*Source records:*
►

interface LowestMode {
  f: number;
  pose: Pose;
  ci: number;
  headings: Headings;
  energy: Map<string, number>;
  direction: "in-plane" | "sideways";
}

export function checkStiffness(ctx: CheckContext): void {
  const { model, sweep } = ctx;
  const poses = representativePoses(sweep);
  const worst = new Map<string, PayloadWorst>();
  let lowest: LowestMode | undefined;
  const energyForDeflection = new Map<string, Map<string, number>>();
  const unsolved: Pose[] = [];
  let solvedAny = false;
  let flexible = false;
  // the lowest frequency comes with the heaviest payloads: solve the eigenproblem for that case only
  const heaviest = heaviestCase(model, sweep);
  // Turned swivels are visited at the reference pose and at the pose reaching farthest: the other
  // representative poses stay at heading 0 (docs/checks.md, "Which poses each check visits").
  const turnedSets = headingSets(model, sweep.quick === true);
  const farthest = turnedPoses(poses)[1];
  for (const pose of poses) {
    // while typing, the swivels are turned at the farthest pose only
    const turnedHere = sweep.quick ? pose === (farthest ?? poses[0]) : pose === poses[0] || pose === farthest;
    const sets = turnedHere ? turnedSets : turnedSets.slice(0, 1);
    for (const headings of sets) {
      // the load cases of one pose and heading differ in loads and masses only: one structure,
      // one factorisation
      let structure: ArmStructure | undefined;
      for (let ci = 0; ci < Math.max(1, pose.cases.length); ci++) {
        if (pastDeadline(ctx.options.deadline)) break;
        structure ??= structureAt(ctx, pose, headings);
        const af = loadArmFrame(model, structure, pose.cases[ci], payloadMasses(model, sweep, ci));
        const sol = af.frame.solveStatic();
        if (!sol) {
          if (!unsolved.includes(pose)) unsolved.push(pose);
          continue;
        }
        solvedAny = true;
        if (af.memberBody.some((id) => id !== undefined)) flexible = true;
        const energy = energyByBody(af, sol);
        if (pose === poses[0] && ci === 0 && headings === turnedSets[0])
          for (const [id, n] of Object.entries(af.endNode)) {
            const u = sol.displacement(n).translation;
            const b = model.bodies.find((bb) => bb.id === id)!;
            addFigures(ctx.readouts, id, b.kind === "bar" ? "bar" : "link", [
              {
                label: "tip deflection under load",
                value: Math.hypot(u.x, u.y, u.z),
                dimension: "length",
                where: describePose(sweep, pose),
              },
            ]);
          }
        const placement = new Placement(model, pose, headings);
        for (const [pid, n] of Object.entries(af.payloadNode)) {
          const u = sol.displacement(n);
          const body = model.payloads.find((p) => p.id === pid)!.body;
          const d = Math.hypot(u.translation.x, u.translation.y, u.translation.z);
          // elastic tilt in the payload's stage plane (about its pins' axis), and lean out of it
          // (about the stage's horizontal in-plane axis)
          const normal = placement.direction(body, { x: 0, y: 0, z: 1 });
          const along = placement.direction(body, { x: 1, y: 0, z: 0 });
          const tilt = Math.abs(dot3(u.rotation, normal));
          const lean = Math.abs(dot3(u.rotation, along));
          const w = worst.get(pid) ?? {
            deflection: -1,
            deflectionCase: 0,
            deflectionHeadings: {},
            tilt: -1,
            tiltCase: 0,
            tiltHeadings: {},
            lean: -1,
            leanCase: 0,
            leanHeadings: {},
          };
          if (d > w.deflection)
            (Object.assign(w, {
              deflection: d,
              deflectionPose: pose,
              deflectionCase: ci,
              deflectionHeadings: headings,
            }),
              energyForDeflection.set(pid, energy));
          if (tilt > w.tilt) Object.assign(w, { tilt, tiltPose: pose, tiltCase: ci, tiltHeadings: headings });
          if (lean > w.lean)
            Object.assign(w, {
              lean,
              leanPose: pose,
              leanCase: ci,
              leanHeadings: headings,
              leanEnergy: energy,
            });
          worst.set(pid, w);
        }
        const modes = ci === heaviest && modeWorthy(model, headings) ? af.frame.naturalModes(1) : undefined;
        if (modes) {
          const f = Math.sqrt(modes.omega2[0]!) / (2 * Math.PI);
          const shape = modes.shapes[0]!;
          // equal frequencies (a symmetric arm at both ends of a range) keep the first pose visited,
          // whatever the solve's last digits say
          if (!lowest || f < lowest.f * (1 - SAME_FIGURE_RATIO))
            lowest = {
              f,
              pose,
              ci,
              headings,
              energy: energyByBody(af, shape),
              direction: modeDirection(af, shape),
            };
        }
      }
    }
  }
  if (unsolved.length > 0) reportUnsolved(ctx, unsolved, solvedAny);
  if (solvedAny && !flexible)
    addFigures(
      ctx.readouts,
      model.base?.bodyId ?? "arm",
      "base",
      [],
      [
        "No moving part has a section and a material, so the arm is rigid in the stiffness model: no deflection to speak of and no natural frequency.",
      ],
    );
  // the lean is a figure of arms that turn: in the drawing plane alone it is nought by symmetry
  reportPayloads(ctx, worst, energyForDeflection, turnedSets.length > 1 || loadsAcross(model));
  if (lowest) reportFrequency(ctx, lowest);
}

◄

*The task:* Each record is to be restated word for word.

*Written solution:*
interface LowestMode {
  f: number;
  pose: Pose;
  ci: number;
  headings: Headings;
  energy: Map<string, number>;
  direction: "in-plane" | "sideways";
}

export function checkStiffness(ctx: CheckContext): void {
  const { model, sweep } = ctx;
  const poses = representativePoses(sweep);
  const worst = new Map<string, PayloadWorst>();
  let lowest: LowestMode | undefined;
  const energyForDeflection = new Map<string, Map<string, number>>();
  const unsolved: Pose[] = [];
  let solvedAny = false;
  let flexible = false;
  // the lowest frequency comes with the heaviest payloads: solve the eigenproblem for that case only
  const heaviest = heaviestCase(model, sweep);
  // Turned swivels are visited at the reference pose and at the pose reaching farthest: the other
  // representative poses stay at heading 0 (docs/checks.md, "Which poses each check visits").
  const turnedSets = headingSets(model, sweep.quick === true);
  const farthest = turnedPoses(poses)[1];
  for (const pose of poses) {
    // while typing, the swivels are turned at the farthest pose only
    const turnedHere = sweep.quick ? pose === (farthest ?? poses[0]) : pose === poses[0] || pose === farthest;
    const sets = turnedHere ? turnedSets : turnedSets.slice(0, 1);
    for (const headings of sets) {
      // the load cases of one pose and heading differ in loads and masses only: one structure,
      // one factorisation
      let structure: ArmStructure | undefined;
      for (let ci = 0; ci < Math.max(1, pose.cases.length); ci++) {
        if (pastDeadline(ctx.options.deadline)) break;
        structure ??= structureAt(ctx, pose, headings);
        const af = loadArmFrame(model, structure, pose.cases[ci], payloadMasses(model, sweep, ci));
        const sol = af.frame.solveStatic();
        if (!sol) {
          if (!unsolved.includes(pose)) unsolved.push(pose);
          continue;
        }
        solvedAny = true;
        if (af.memberBody.some((id) => id !== undefined)) flexible = true;
        const energy = energyByBody(af, sol);
        if (pose === poses[0] && ci === 0 && headings === turnedSets[0])
          for (const [id, n] of Object.entries(af.endNode)) {
            const u = sol.displacement(n).translation;
            const b = model.bodies.find((bb) => bb.id === id)!;
            addFigures(ctx.readouts, id, b.kind === "bar" ? "bar" : "link", [
              {
                label: "tip deflection under load",
                value: Math.hypot(u.x, u.y, u.z),
                dimension: "length",
                where: describePose(sweep, pose),
              },
            ]);
          }
        const placement = new Placement(model, pose, headings);
        for (const [pid, n] of Object.entries(af.payloadNode)) {
          const u = sol.displacement(n);
          const body = model.payloads.find((p) => p.id === pid)!.body;
          const d = Math.hypot(u.translation.x, u.translation.y, u.translation.z);
          // elastic tilt in the payload's stage plane (about its pins' axis), and lean out of it
          // (about the stage's horizontal in-plane axis)
          const normal = placement.direction(body, { x: 0, y: 0, z: 1 });
          const along = placement.direction(body, { x: 1, y: 0, z: 0 });
          const tilt = Math.abs(dot3(u.rotation, normal));
          const lean = Math.abs(dot3(u.rotation, along));
          const w = worst.get(pid) ?? {
            deflection: -1,
            deflectionCase: 0,
            deflectionHeadings: {},
            tilt: -1,
            tiltCase: 0,
            tiltHeadings: {},
            lean: -1,
            leanCase: 0,
            leanHeadings: {},
          };
          if (d > w.deflection)
            (Object.assign(w, {
              deflection: d,
              deflectionPose: pose,
              deflectionCase: ci,
              deflectionHeadings: headings,
            }),
              energyForDeflection.set(pid, energy));
          if (tilt > w.tilt) Object.assign(w, { tilt, tiltPose: pose, tiltCase: ci, tiltHeadings: headings });
          if (lean > w.lean)
            Object.assign(w, {
              lean,
              leanPose: pose,
              leanCase: ci,
              leanHeadings: headings,
              leanEnergy: energy,
            });
          worst.set(pid, w);
        }
        const modes = ci === heaviest && modeWorthy(model, headings) ? af.frame.naturalModes(1) : undefined;
        if (modes) {
          const f = Math.sqrt(modes.omega2[0]!) / (2 * Math.PI);
          const shape = modes.shapes[0]!;
          // equal frequencies (a symmetric arm at both ends of a range) keep the first pose visited,
          // whatever the solve's last digits say
          if (!lowest || f < lowest.f * (1 - SAME_FIGURE_RATIO))
            lowest = {
              f,
              pose,
              ci,
              headings,
              energy: energyByBody(af, shape),
              direction: modeDirection(af, shape),
            };
        }
      }
    }
  }
  if (unsolved.length > 0) reportUnsolved(ctx, unsolved, solvedAny);
  if (solvedAny && !flexible)
    addFigures(
      ctx.readouts,
      model.base?.bodyId ?? "arm",
      "base",
      [],
      [
        "No moving part has a section and a material, so the arm is rigid in the stiffness model: no deflection to speak of and no natural frequency.",
      ],
    );
  // the lean is a figure of arms that turn: in the drawing plane alone it is nought by symmetry
  reportPayloads(ctx, worst, energyForDeflection, turnedSets.length > 1 || loadsAcross(model));
  if (lowest) reportFrequency(ctx, lowest);
}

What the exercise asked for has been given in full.